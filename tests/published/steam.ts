/**
 * Check values of water and steam.
 *
 * Official: IAPWS R7-97(2012), Revised Release on the IAPWS Industrial Formulation 1997, tables 5 (region 1), 15
 * (region 2), 35 and 36 (saturation line); nine digits.
 */
export const saturationPressureMPa: readonly (readonly [kelvin: number, MPa: number])[] = [
  [300, 0.353658941e-2],
  [500, 2.63889776],
  [600, 12.3443146],
];

export const saturationTemperatureK: readonly (readonly [MPa: number, kelvin: number])[] = [
  [0.1, 372.755919],
  [1, 453.035632],
  [10, 584.149488],
];

/** h in kJ/kg */
export const liquidEnthalpy: readonly (readonly [kelvin: number, MPa: number, h: number])[] = [
  [300, 3, 115.331273],
  [300, 80, 184.142828],
  [500, 3, 975.542239],
];

export const steamEnthalpy: readonly (readonly [kelvin: number, MPa: number, h: number])[] = [
  [300, 0.0035, 2549.91145],
  [700, 0.0035, 3335.68375],
  [700, 30, 2631.49474],
];

/** cp in kJ/(kg K) at the same points, the same tables; from memory. */
export const liquidHeatCapacity: readonly (readonly [kelvin: number, MPa: number, cp: number])[] = [
  [300, 3, 4.17301218],
  [300, 80, 4.01008987],
  [500, 3, 4.65580682],
];

export const steamHeatCapacity: readonly (readonly [kelvin: number, MPa: number, cp: number])[] = [
  [300, 0.0035, 1.91300162],
  [700, 0.0035, 2.08141274],
  [700, 30, 10.3505092],
];

/**
 * Saturated water and steam, two decimals: computed from the formulation by others, and in agreement with the
 * printed tables (from memory). Columns: bar, degC, kJ/kg of the liquid, kJ/kg of the vapour.
 */
export const saturationTable: readonly (readonly [
  bar: number,
  celsius: number,
  liquid: number,
  vapour: number,
])[] = [
  [1, 99.606, 417.44, 2674.95],
  [2, 120.212, 504.68, 2706.24],
  [3, 133.525, 561.46, 2724.89],
  [5, 151.836, 640.19, 2748.11],
  [6, 158.832, 670.5, 2756.14],
  [8, 170.414, 721.02, 2768.3],
  [10, 179.886, 762.68, 2777.12],
  [15, 198.295, 844.72, 2791.01],
  [20, 212.385, 908.62, 2798.38],
  [25, 223.956, 961.98, 2802.04],
  [29, 231.986, 999.54, 2803.18],
  [30, 233.858, 1008.37, 2803.26],
  [40, 250.358, 1087.43, 2800.9],
  [50, 263.943, 1154.5, 2794.23],
  [60, 275.586, 1213.73, 2784.56],
  [80, 295.009, 1317.08, 2758.61],
  [100, 310.999, 1407.87, 2725.47],
  [110, 318.081, 1450.28, 2706.39],
  [120, 324.678, 1491.33, 2685.58],
  [140, 336.669, 1570.88, 2638.09],
  [160, 347.357, 1649.67, 2580.8],
];
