import { Solver } from 'odex';
import { createImplicitMarch, firstStep, type ImplicitMarch, type Slope } from './kinetic-bed-implicit.ts';

/** Follows a bed from its inlet (z = 0) to its outlet (z = 1). */
export interface BedMarch {
  /** Take x from the inlet to the outlet, in place. @throws PassTrouble `bed-integration` */
  through(x: Float64Array): void;
  /** Take x to the outlet with stops: `at` is called at 0, 1/sections, ..., 1. */
  inSections(sections: number, x: Float64Array, at: (z: number, x: Float64Array) => void): void;
}

/** Error of an implicit step, on extents per mole of feed [-]: the loop around the bed is closed to 1e-9. */
const TOLERANCE = 1e-10;
/**
 * Error of an explicit step. The outlet jumps by some of it where a neighbouring inlet is followed in other steps;
 * differences of neighbours need jumps below 1e-11, and the tenth costs a third more evaluations.
 */
const EXPLICIT_TOLERANCE = 1e-12;
/** odex takes no shorter first step than this. */
const SHORTEST_FIRST_STEP = 1e-4;
/** Evaluations after which the bed is taken to be stiff: one that is short of equilibrium needs 80 to 420. */
const EXPLICIT_EVALUATIONS = 500;

/**
 * Gragg-Bulirsch-Stoer extrapolation (odex) while the gas is on its way to equilibrium; once it has arrived and
 * follows the equilibrium, explicit steps crawl and their answer trembles, so that the rest is left to implicit
 * ones. Nothing is remembered from one bed to the next: the same inlet gives the same outlet.
 *
 * @param isPossible  false for what no gas can be, e.g. less than nothing of a component
 * @source E. Hairer, S. P. Nørsett, G. Wanner, Solving Ordinary Differential Equations I, 2nd ed. 1993, sec. II.9
 */
export function createBedMarch(
  size: number,
  slope: Slope,
  isPossible: (x: Float64Array) => boolean,
): BedMarch {
  const implicit = createImplicitMarch(size, slope, TOLERANCE, isPossible);
  const explicit = createExplicitMarch(size, slope, isPossible);
  return {
    through(x) {
      const arrived = explicit(x);
      if (arrived >= 1) return;
      implicit.restart();
      implicit.march(arrived, 1, x);
    },
    inSections: (sections, x, at) => inSections(implicit, sections, x, at),
  };
}

function inSections(
  implicit: ImplicitMarch,
  sections: number,
  x: Float64Array,
  at: (z: number, x: Float64Array) => void,
): void {
  implicit.restart();
  at(0, x);
  for (let section = 1; section <= sections; section++) {
    implicit.march((section - 1) / sections, section / sections, x);
    at(section / sections, x);
  }
}

/** @returns a function that takes x as far as explicit steps do, in place, and says how far that is */
function createExplicitMarch(
  size: number,
  slope: Slope,
  isPossible: (x: Float64Array) => boolean,
): (x: Float64Array) => number {
  const solver = new Solver(size);
  solver.absoluteTolerance = EXPLICIT_TOLERANCE;
  solver.relativeTolerance = EXPLICIT_TOLERANCE;
  const at = new Float64Array(size);
  const rise = new Float64Array(size);
  const tooMany = new Error('more evaluations than a bed needs that is not stiff');

  return (x) => {
    let evaluations = 0;
    let arrived = 0;
    slope(0, x, rise);
    const first = firstStep(rise);
    // The way is stretched where the first step would otherwise be too short for odex.
    const length = Math.max(1, SHORTEST_FIRST_STEP / first);
    solver.initialStepSize = first * length;
    const derivative = (s: number, y: number[]): number[] => {
      if (++evaluations > 2 * EXPLICIT_EVALUATIONS) throw tooMany;
      at.set(y);
      slope(s / length, at, rise);
      return Array.from(rise, (value) => value / length);
    };
    try {
      solver.solve(derivative, 0, Array.from(x), length, (_step, _from, to, y) => {
        at.set(y);
        if (!isPossible(at)) return false;
        x.set(at);
        // odex adds its steps up and ends within rounding of the end.
        arrived = to >= (1 - 1e-12) * length ? 1 : to / length;
        return evaluations <= EXPLICIT_EVALUATIONS;
      });
    } catch (stop) {
      if (stop !== tooMany) throw stop;
    }
    return arrived;
  };
}
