import { z } from 'zod';
import { PassTrouble } from '../diagnostics/diagnostic.ts';
import { fraction, quantity } from '../units/schema.ts';
import type { BlockKind, SettingsFault } from './block.ts';
import { knownComponents } from './checks.ts';
import { followPressure, keepTemperature } from './outlet-slopes.ts';
import { portName } from './port-name.ts';
import { enthalpyAdded, quietReport } from './report.ts';

const settings = z.strictObject({
  recover: z
    .record(
      portName,
      z
        .record(z.string(), fraction({ description: 'share of the component that leaves by this outlet' }))
        .meta({
          description: 'shares by component that leave by this outlet',
          examples: [{ H2: '90 %', N2: '5 %' }],
        }),
    )
    .meta({
      description: 'by outlet the share of each component; what is left leaves by the outlet rest',
      examples: [{ permeate: { H2: '90 %', N2: '5 %' } }],
    }),
  pressures: z
    .record(
      z.string(),
      quantity('pressure', { description: 'pressure of this outlet, that of the inlet if left out' }),
    )
    .optional()
    .meta({
      description: 'pressures by outlet, rest among them; that of the inlet if left out',
      examples: [{ permeate: '30 bar' }],
    }),
});
type Settings = z.infer<typeof settings>;

/**
 * Separator by stated recoveries (membrane, adsorption, absorber, drier): one inlet, the named outlets and `rest`.
 *
 * Settings: `recover` {outlet: {component: 0–1}}; `pressures` [Pa] by outlet, default that of the inlet.
 * Balance: the outlets add up to the inlet, component by component; every outlet has the inlet's temperature,
 * and the heat this takes is reported as the duty.
 */
export const separator: BlockKind<Settings> = {
  kind: 'separator',
  summary: 'shares components between outlets by stated recoveries',
  settings,
  ports: (setting) => ({ inlets: ['in'], outlets: [...Object.keys(setting.recover), 'rest'] }),
  check: (setting, { components }) => [
    ...Object.entries(setting.recover).flatMap(([outlet, shares]) =>
      knownComponents(Object.keys(shares), components, (id) => ['recover', outlet, id]),
    ),
    ...recoveredTwice(setting),
    ...pressureOfNoOutlet(setting),
  ],
  passes: (setting, outlet, component) =>
    outlet === 'rest'
      ? recoveredShare(setting, component.id) < 1
      : (setting.recover[outlet]?.[component.id] ?? 0) > 0,
  create(setting, { mixture }) {
    const names = Object.keys(setting.recover);
    const ids = mixture.components.map((c) => c.id);
    return {
      pass(inlets, outlets) {
        const inlet = inlets[0];
        const rest = outlets[names.length];
        rest.flowsMolPerS.set(inlet.flowsMolPerS);
        for (let k = 0; k < names.length; k++) {
          const shares = setting.recover[names[k]];
          const out = outlets[k];
          for (let i = 0; i < mixture.size; i++) {
            const flow = (shares[ids[i]] ?? 0) * inlet.flowsMolPerS[i];
            out.flowsMolPerS[i] = flow;
            rest.flowsMolPerS[i] = Math.max(rest.flowsMolPerS[i] - flow, 0);
          }
        }
        for (let k = 0; k < outlets.length; k++) {
          const out = outlets[k];
          const name = names[k] ?? 'rest';
          out.temperatureK = inlet.temperatureK;
          out.pressurePa = setting.pressures?.[name] ?? inlet.pressurePa;
          if (out.pressurePa > inlet.pressurePa * (1 + 1e-9))
            throw raisesPressure(name, out.pressurePa, inlet.pressurePa);
          mixture.settle(out);
        }
      },
      slopes(_, outlets, { width, of }) {
        for (let k = 0; k < outlets.length; k++) {
          const name = names[k] ?? 'rest';
          const [matrix] = of[k];
          for (let i = 0; i < mixture.size; i++) matrix[i * width + i] = shareOf(setting, name, ids[i]);
          keepTemperature(matrix, mixture.size);
          if (setting.pressures?.[name] === undefined) followPressure(matrix, mixture.size);
        }
        return true;
      },
      report(inlets, outlets) {
        return quietReport({
          dutyW: enthalpyAdded(inlets, outlets),
          details: {
            outlet_kmol_h: Object.fromEntries(
              [...names, 'rest'].map((name, k) => [name, mixture.total(outlets[k]) * 3.6]),
            ),
          },
          assumptions: ['Its outlets leave at the temperature of its inlet.'],
        });
      },
    };
  },
};

function shareOf(setting: Settings, outlet: string, id: string): number {
  if (outlet === 'rest') return Math.max(1 - recoveredShare(setting, id), 0);
  return setting.recover[outlet]?.[id] ?? 0;
}

function recoveredShare(setting: Settings, id: string): number {
  return Object.values(setting.recover).reduce((sum, shares) => sum + (shares[id] ?? 0), 0);
}

function recoveredTwice(setting: Settings): SettingsFault[] {
  const ids = new Set(Object.values(setting.recover).flatMap((shares) => Object.keys(shares)));
  return [...ids]
    .filter((id) => recoveredShare(setting, id) > 1 + 1e-12)
    .map((id) => ({
      path: ['recover'],
      code: 'split-above-one',
      what: `The recoveries of ${id} add up to ${(100 * recoveredShare(setting, id)).toFixed(4).replace(/\.?0+$/, '')} %.`,
      why: 'a separator cannot give out more than it takes in',
      mend: `lower them until ${id} adds up to 100 % or less; what is left leaves by the outlet rest`,
    }));
}

function pressureOfNoOutlet(setting: Settings): SettingsFault[] {
  const outlets = [...Object.keys(setting.recover), 'rest'];
  return Object.keys(setting.pressures ?? {})
    .filter((name) => !outlets.includes(name))
    .map((name) => ({
      path: ['pressures', name],
      code: 'unknown-port',
      what: `A pressure is given for "${name}", which is no outlet of this separator.`,
      why: `its outlets are ${outlets.join(', ')}`,
      mend: 'name one of them',
    }));
}

function raisesPressure(name: string, wantedPa: number, inletPa: number): PassTrouble {
  return new PassTrouble(
    'pressure-rise',
    `The outlet ${name} is set to ${(wantedPa / 1e5).toFixed(3)} bar, above the inlet of ${(inletPa / 1e5).toFixed(3)} bar.`,
    'a separator cannot raise the pressure of a stream',
    'lower the pressure of that outlet, or put a compressor or pump behind it',
  );
}
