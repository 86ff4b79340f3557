import { z } from 'zod';
import { rateLaws } from '../chemistry/rate-laws/rate-laws.ts';
import { fraction, quantity } from '../units/schema.ts';

const lawNames = [...rateLaws.keys()] as [string, ...string[]];

/** What a file says of a kinetic bed; SI. */
export const kineticBedSettings = z.strictObject({
  rate_law: z.enum(lawNames).meta({ description: 'the published rate law' }),
  reactions: z
    .array(z.string())
    .min(1)
    .meta({ description: 'names of the reactions of the flowsheet that the rate law runs' }),
  volume: quantity('volume', { description: 'volume of the bed' }).optional(),
  catalyst_mass: quantity('mass', { description: 'mass of the catalyst' }).optional(),
  bulk_density: quantity('density', { description: 'mass of catalyst per volume of bed' }).optional(),
  activity: fraction({
    max: 10,
    description: 'factor on the rate, e.g. 60 % for an aged catalyst; 100 % if left out',
  }).optional(),
  effectiveness: z
    .union([
      z.literal('published'),
      fraction({ description: 'share of the rate that whole pellets keep; 1 if left out' }),
    ])
    .optional(),
  conversion_before: fraction({
    description: 'conversion in beds before this one, which a published effectiveness counts',
  }).optional(),
  equilibrium: z
    .enum(['flowsheet', 'authors'])
    .meta({ description: 'whose constants and activities say where the reactions stop' })
    .optional(),
  adiabatic: z.literal(true).optional(),
  temperature: quantity('temperature', {
    description: 'the whole bed at this temperature; the duty follows',
  }).optional(),
  cooling: z
    .strictObject({
      temperature: quantity('temperature', { description: 'of the coolant, e.g. boiling water' }),
      heat_transfer: quantity('heatTransferPerVolume', {
        description: 'per volume of bed; for tubes 4 U/d',
      }),
    })
    .optional(),
  pressure_drop: quantity('pressureDifference', {
    min: 0,
    description: 'pressure lost, evenly along the bed',
  }).optional(),
});
export type KineticBedSettings = z.infer<typeof kineticBedSettings>;

/** Volume of the bed [m3]; null where it is not known. */
export function bedVolume({
  volume,
  catalyst_mass: mass,
  bulk_density: density,
}: KineticBedSettings): number | null {
  if (volume !== undefined) return volume;
  return mass !== undefined && density !== undefined ? mass / density : null;
}

/** Mass of its catalyst [kg]; null where it is not known. */
export function bedMass({
  volume,
  catalyst_mass: mass,
  bulk_density: density,
}: KineticBedSettings): number | null {
  if (mass !== undefined) return mass;
  return volume !== undefined && density !== undefined ? volume * density : null;
}
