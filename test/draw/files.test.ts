import { readFileSync } from 'node:fs';
import { createRequire } from 'node:module';
import { decode, decodeApng } from 'fast-png';
import opentype from 'opentype.js';
import { describe, expect, test } from 'vitest';
import { packed, toBytes } from '../../src/draw/colour.ts';
import type { Label } from '../../src/draw/label.ts';
import { animatedPng, png } from '../../src/draw/png.ts';
import { Surface } from '../../src/draw/surface.ts';
import { FONT_FILES, TEXT_SIZES, TextPainter } from '../../src/draw/text.ts';
import { Chance } from './random.ts';

function noise(seed: number): Surface {
  const chance = new Chance(seed);
  const surface = new Surface(37, 23);
  for (let n = 0; n < surface.pixels.length; n++)
    surface.pixels[n] = (0xff000000 | Math.floor(chance.between(0, 0x1000000))) >>> 0;
  return surface;
}

const rgb = (surface: Surface) => Array.from(surface.pixels, (pixel) => toBytes(pixel).slice(0, 3)).flat();

describe('files', () => {
  test('a PNG gives back every pixel', () => {
    const surface = noise(1);
    const image = decode(png(surface), { checkCrc: true });
    expect([image.width, image.height, image.channels, image.depth]).toEqual([37, 23, 3, 8]);
    expect(Array.from(image.data)).toEqual(rgb(surface));
  });

  test('an animated PNG gives back every picture, and a plain reader its first', () => {
    const surfaces = [1, 2, 3].map(noise);
    const file = animatedPng(surfaces.map(png), 25);
    const animation = decodeApng(file, { checkCrc: true });
    expect([animation.numberOfFrames, animation.numberOfPlays]).toEqual([3, 0]);
    animation.frames.forEach((frame, n) => {
      expect(frame.delayNumber / frame.delayDenominator).toBe(1 / 25);
      expect(Array.from(frame.data)).toEqual(rgb(surfaces[n]!));
    });
    expect(Array.from(decode(file).data)).toEqual(rgb(surfaces[0]!));
  });

  test('an animation of nothing is refused', () => {
    expect(() => animatedPng([], 25)).toThrow('0 pictures');
  });
});

describe('text', () => {
  const require = createRequire(import.meta.url);
  const files = FONT_FILES.map((name) => {
    const bytes = readFileSync(require.resolve(name));
    return bytes.buffer.slice(bytes.byteOffset, bytes.byteOffset + bytes.byteLength) as ArrayBuffer;
  });
  const painter = new TextPainter(files);
  const label: Label = {
    ...{ pane: 0, x: 60, y: 30, text: '', align: 'center', baseline: 'middle', role: 'title', hidden: false },
  };
  const drawn = (changes: Partial<Label>) => {
    const surface = new Surface(120, 60);
    surface.clear(packed('#ffffff'));
    painter.draw(surface, [{ ...label, ...changes }], 'light', 2);
    return surface;
  };
  const inkOf = (surface: Surface) => {
    const full = 255 - toBytes(packed('#1b1d21'))[0];
    return surface.pixels.reduce((sum, pixel) => sum + (255 - toBytes(pixel)[0]) / full, 0);
  };

  test('covers the area of its outlines', () => {
    const font = opentype.parse(files[0]!);
    for (const text of ['8', 'm', 'Q', 'µ', '−']) {
      let area = 0;
      let [x, y] = [0, 0];
      for (const command of font.charToGlyph(text).getPath(0, 0, 2 * TEXT_SIZES.title).commands) {
        if (command.type === 'Z') continue;
        // Green's theorem with each curve finely divided; every contour of this font is explicitly closed
        const steps = command.type === 'Q' ? 200 : 1;
        const [fromX, fromY] = [x, y];
        for (let n = 1; n <= steps && command.type !== 'M'; n++) {
          const t = n / steps;
          const [toX, toY] =
            command.type === 'Q'
              ? [
                  (1 - t) ** 2 * fromX + 2 * t * (1 - t) * command.x1 + t * t * command.x,
                  (1 - t) ** 2 * fromY + 2 * t * (1 - t) * command.y1 + t * t * command.y,
                ]
              : [command.x, command.y];
          area += (x * toY - toX * y) / 2;
          [x, y] = [toX, toY];
        }
        [x, y] = [command.x, command.y];
      }
      const ink = inkOf(drawn({ text }));
      // four chords a curve, and blending truncates at up to 1/256 for each pixel of the rim
      expect(Math.abs(ink / Math.abs(area) - 1), text).toBeLessThan(0.02);
    }
  });

  test('stands where it is told', () => {
    const columns = (surface: Surface) => {
      const inked = Array.from(surface.pixels.keys()).filter((n) => surface.pixels[n] !== packed('#ffffff'));
      return [Math.min(...inked.map((n) => n % 120)), Math.max(...inked.map((n) => n % 120))] as const;
    };
    expect(columns(drawn({ text: 'nnn', align: 'left' }))[0]).toBeGreaterThanOrEqual(60);
    expect(columns(drawn({ text: 'nnn', align: 'right' }))[1]).toBeLessThanOrEqual(60);
    const [left, right] = columns(drawn({ text: 'nnn' }));
    expect(Math.abs((left + right + 1) / 2 - 60)).toBeLessThan(1.5);
  });

  test('at the border, and in characters no font has, does no harm', () => {
    expect(inkOf(drawn({ text: 'mmmm', x: 0, y: 0 }))).toBeGreaterThan(0);
    expect(inkOf(drawn({ text: '漢' }))).toBe(0);
    expect(inkOf(drawn({ text: 'λ' }))).toBeGreaterThan(0);
  });
});
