import type { Boundary } from '../../scenario/model.ts';
import { type BoundaryMethod, type FaceLattice, type LinearWall, pathInCells } from './boundary.ts';

/**
 * Mur's first-order condition: the one-way wave equation (∂t − v∂n) E = 0 at the wall (Engquist & Majda 1977, first
 * order), centred half a cell inward and half a step back,
 *   E0^{n+1} = E1^n + (s − 1)/(s + 1) (E1^{n+1} − E0^n),   s = vΔt/h with h the cell size along the normal.
 * G. Mur, IEEE Trans. Electromagn. Compat. 23 (1981) 377.
 *
 * No parameters. A plane wave at angle θ from the normal returns (cos θ − 1)/(cos θ + 1); nothing at normal incidence,
 * everything at grazing. A static field near a wall is lost. Stable for s ≤ 1, which the Courant limit implies.
 */
export const mur1: BoundaryMethod<Extract<Boundary, { type: 'mur1' }>> = {
  wall: (_boundary, at) => firstOrder(at),
};

export function firstOrder(at: FaceLattice): LinearWall {
  const s = pathInCells(at);
  const factor = (s - 1) / (s + 1);
  return { type: 'linear', older: [], old: [-factor, 1], now: [factor] };
}
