import { cos } from '../../elementary/elementary.ts';
import type { Boundary } from '../../scenario/model.ts';
import { type BoundaryMethod, pathInCells } from './boundary.ts';

type Higdon2 = Extract<Boundary, { type: 'higdon2' }>;

/**
 * Higdon's second-order condition: a product of two one-way wave equations, each of which returns nothing of a plane wave
 * at its own angle a from the normal, with some damping ε,
 *   ∏_{a = a1, a2} (cos a ∂t − v∂n + vε) E = 0,
 * each factor centred half a cell inward and half a step back. With Z⁻¹ one step back, K one cell inward and ε = 2d/h,
 *   ∏ [cos a (1 − Z⁻¹)(1 + K) − s(1 + Z⁻¹)(K − 1) + ds(1 + Z⁻¹)(1 + K)] E0 = 0,   s = vΔt/h.
 * R. L. Higdon, Math. Comp. 47 (1986) 437 and 49 (1987) 65 (the damping is the second paper's).
 *
 * angles: 0° to 85°, default 0° and 45°. damping d: 0 to 0.2, default 0.02. A plane wave at angle θ returns
 *   ∏ (cos a − cos θ − 2jd/(kh))/(cos a + cos θ − 2jd/(kh)),
 * so damping costs most where cells are small; but with d = 0 a field that does not change in time is a double root, and what
 * is slow comes back the more. It needs no neighbours along the wall, so rims are like the rest. Stable for s ≤ 1.
 */
export const higdon2: BoundaryMethod<Higdon2> = {
  wall({ angles, damping }, at) {
    const s = pathInCells(at);
    const [first, second] = angles.map((angle) => factorOf(cos(angle), s, damping * s)) as [Factor, Factor];
    const whole = first.now[0] * second.now[0];
    // Products of powers of K, and of Z⁻¹.
    const nowNow = product(first.now, second.now);
    const nowOld = product(first.now, second.old);
    const oldNow = product(first.old, second.now);
    const older = product(first.old, second.old);
    return {
      type: 'linear',
      older: older.map((x) => -x / whole),
      old: nowOld.map((x, l) => -(x + oldNow[l]!) / whole),
      now: nowNow.slice(1).map((x) => -x / whole),
    };
  },
};

/** Coefficients of 1 and K, of the new values and of the old ones. */
interface Factor {
  readonly now: readonly [number, number];
  readonly old: readonly [number, number];
}

const factorOf = (cosine: number, s: number, damping: number): Factor => ({
  now: [cosine + s + damping, cosine - s + damping],
  old: [-cosine + s + damping, -cosine - s + damping],
});

/** (a0 + a1 K)(b0 + b1 K) */
const product = ([a0, a1]: readonly [number, number], [b0, b1]: readonly [number, number]): number[] => [
  a0 * b0,
  a0 * b1 + a1 * b0,
  a1 * b1,
];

***

## WHAT IS REQUIRED
Could you find every line in the records above that has the string "field" and copy it?

## OUTPUT BELOW
 * everything at grazing. A static field near a wall is lost. Stable for s ≤ 1, which the Courant limit implies.
 * so damping costs most where cells are small; but with d = 0 a field that does not change in time is a double root, and what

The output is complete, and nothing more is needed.